Material for this task
******************************
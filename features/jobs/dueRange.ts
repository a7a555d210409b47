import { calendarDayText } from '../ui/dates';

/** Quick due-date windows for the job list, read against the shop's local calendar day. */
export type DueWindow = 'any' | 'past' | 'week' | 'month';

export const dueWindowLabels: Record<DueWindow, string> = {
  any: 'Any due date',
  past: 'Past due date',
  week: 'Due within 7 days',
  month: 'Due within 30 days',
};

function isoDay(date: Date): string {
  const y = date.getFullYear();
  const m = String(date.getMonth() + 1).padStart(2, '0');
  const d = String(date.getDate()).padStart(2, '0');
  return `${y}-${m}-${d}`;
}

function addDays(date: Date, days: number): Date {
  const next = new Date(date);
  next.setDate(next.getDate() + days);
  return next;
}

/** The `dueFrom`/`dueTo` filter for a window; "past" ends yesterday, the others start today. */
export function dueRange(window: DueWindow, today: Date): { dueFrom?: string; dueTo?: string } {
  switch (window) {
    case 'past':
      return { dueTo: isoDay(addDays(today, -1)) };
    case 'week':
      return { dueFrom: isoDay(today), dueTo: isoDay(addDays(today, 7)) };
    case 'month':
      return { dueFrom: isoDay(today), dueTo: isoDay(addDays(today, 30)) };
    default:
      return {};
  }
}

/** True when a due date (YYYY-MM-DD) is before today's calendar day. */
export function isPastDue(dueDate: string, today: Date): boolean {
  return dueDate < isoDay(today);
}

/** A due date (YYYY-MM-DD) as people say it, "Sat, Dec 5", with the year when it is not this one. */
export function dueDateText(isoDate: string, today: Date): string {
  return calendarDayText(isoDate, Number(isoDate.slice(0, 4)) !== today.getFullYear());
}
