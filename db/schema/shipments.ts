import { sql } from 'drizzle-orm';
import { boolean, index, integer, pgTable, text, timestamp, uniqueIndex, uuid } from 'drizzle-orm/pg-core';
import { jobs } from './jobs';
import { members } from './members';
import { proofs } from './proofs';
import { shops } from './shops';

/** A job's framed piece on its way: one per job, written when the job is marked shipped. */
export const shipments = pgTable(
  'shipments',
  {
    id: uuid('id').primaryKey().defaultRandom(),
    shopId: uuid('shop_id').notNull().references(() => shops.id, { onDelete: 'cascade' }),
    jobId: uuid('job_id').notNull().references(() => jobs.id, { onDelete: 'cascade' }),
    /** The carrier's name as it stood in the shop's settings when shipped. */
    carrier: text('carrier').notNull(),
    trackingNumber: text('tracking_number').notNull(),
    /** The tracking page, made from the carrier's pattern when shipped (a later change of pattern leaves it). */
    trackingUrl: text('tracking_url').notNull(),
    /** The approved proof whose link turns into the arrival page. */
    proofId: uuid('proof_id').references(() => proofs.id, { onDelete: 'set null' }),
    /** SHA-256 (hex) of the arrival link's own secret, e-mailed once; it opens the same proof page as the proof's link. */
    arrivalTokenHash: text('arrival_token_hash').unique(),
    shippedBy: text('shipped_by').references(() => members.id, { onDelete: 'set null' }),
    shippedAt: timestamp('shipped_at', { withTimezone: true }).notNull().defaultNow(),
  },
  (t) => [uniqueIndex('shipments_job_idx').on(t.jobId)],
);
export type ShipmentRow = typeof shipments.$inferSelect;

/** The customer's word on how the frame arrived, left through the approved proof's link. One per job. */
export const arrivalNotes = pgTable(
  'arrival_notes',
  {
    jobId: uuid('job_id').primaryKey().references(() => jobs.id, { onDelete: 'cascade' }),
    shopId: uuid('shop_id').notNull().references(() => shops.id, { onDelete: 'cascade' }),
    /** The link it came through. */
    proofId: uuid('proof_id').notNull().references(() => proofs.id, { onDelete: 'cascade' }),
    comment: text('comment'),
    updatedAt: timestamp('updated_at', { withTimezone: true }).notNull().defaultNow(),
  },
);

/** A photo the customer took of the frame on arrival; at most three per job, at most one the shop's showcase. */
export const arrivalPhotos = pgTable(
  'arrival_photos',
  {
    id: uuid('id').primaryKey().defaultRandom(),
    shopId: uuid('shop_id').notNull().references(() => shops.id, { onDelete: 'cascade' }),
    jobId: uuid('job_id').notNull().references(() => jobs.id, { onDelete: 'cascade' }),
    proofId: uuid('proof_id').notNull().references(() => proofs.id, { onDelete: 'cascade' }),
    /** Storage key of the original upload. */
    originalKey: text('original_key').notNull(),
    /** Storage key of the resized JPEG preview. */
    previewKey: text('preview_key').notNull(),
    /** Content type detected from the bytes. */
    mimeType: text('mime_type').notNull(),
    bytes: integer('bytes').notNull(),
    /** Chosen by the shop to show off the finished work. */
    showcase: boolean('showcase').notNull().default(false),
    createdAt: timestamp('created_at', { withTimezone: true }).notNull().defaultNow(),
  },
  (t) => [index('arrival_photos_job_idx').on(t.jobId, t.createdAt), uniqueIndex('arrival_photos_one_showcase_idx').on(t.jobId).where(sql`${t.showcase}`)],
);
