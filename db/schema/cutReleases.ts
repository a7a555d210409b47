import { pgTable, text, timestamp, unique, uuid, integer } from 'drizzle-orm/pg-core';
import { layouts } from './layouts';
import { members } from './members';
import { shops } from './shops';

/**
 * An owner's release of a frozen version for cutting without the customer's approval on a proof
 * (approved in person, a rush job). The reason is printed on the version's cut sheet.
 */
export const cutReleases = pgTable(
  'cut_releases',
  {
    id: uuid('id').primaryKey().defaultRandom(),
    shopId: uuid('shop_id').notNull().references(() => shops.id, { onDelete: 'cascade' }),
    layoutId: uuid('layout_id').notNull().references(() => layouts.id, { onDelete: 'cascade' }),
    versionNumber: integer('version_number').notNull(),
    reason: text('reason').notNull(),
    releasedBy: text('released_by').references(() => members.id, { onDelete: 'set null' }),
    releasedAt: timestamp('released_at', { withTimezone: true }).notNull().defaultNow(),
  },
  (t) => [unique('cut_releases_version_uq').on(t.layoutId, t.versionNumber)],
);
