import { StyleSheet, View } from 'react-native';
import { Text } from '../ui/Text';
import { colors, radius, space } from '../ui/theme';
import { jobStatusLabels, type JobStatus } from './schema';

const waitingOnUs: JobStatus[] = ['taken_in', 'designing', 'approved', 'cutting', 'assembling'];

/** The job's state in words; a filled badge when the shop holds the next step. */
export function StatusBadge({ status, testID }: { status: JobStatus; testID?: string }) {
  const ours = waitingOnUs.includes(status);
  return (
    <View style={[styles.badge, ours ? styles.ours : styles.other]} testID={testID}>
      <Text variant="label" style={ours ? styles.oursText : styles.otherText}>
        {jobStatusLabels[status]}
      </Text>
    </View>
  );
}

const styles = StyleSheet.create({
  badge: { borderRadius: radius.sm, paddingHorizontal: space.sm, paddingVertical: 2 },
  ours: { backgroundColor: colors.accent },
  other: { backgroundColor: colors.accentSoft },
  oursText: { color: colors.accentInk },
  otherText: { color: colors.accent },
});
******************************
What the task asks
Copy only the lines in the listing that contain "Storage".

Response below
    /** Storage key of the original upload. */
    /** Storage key of the resized JPEG preview. */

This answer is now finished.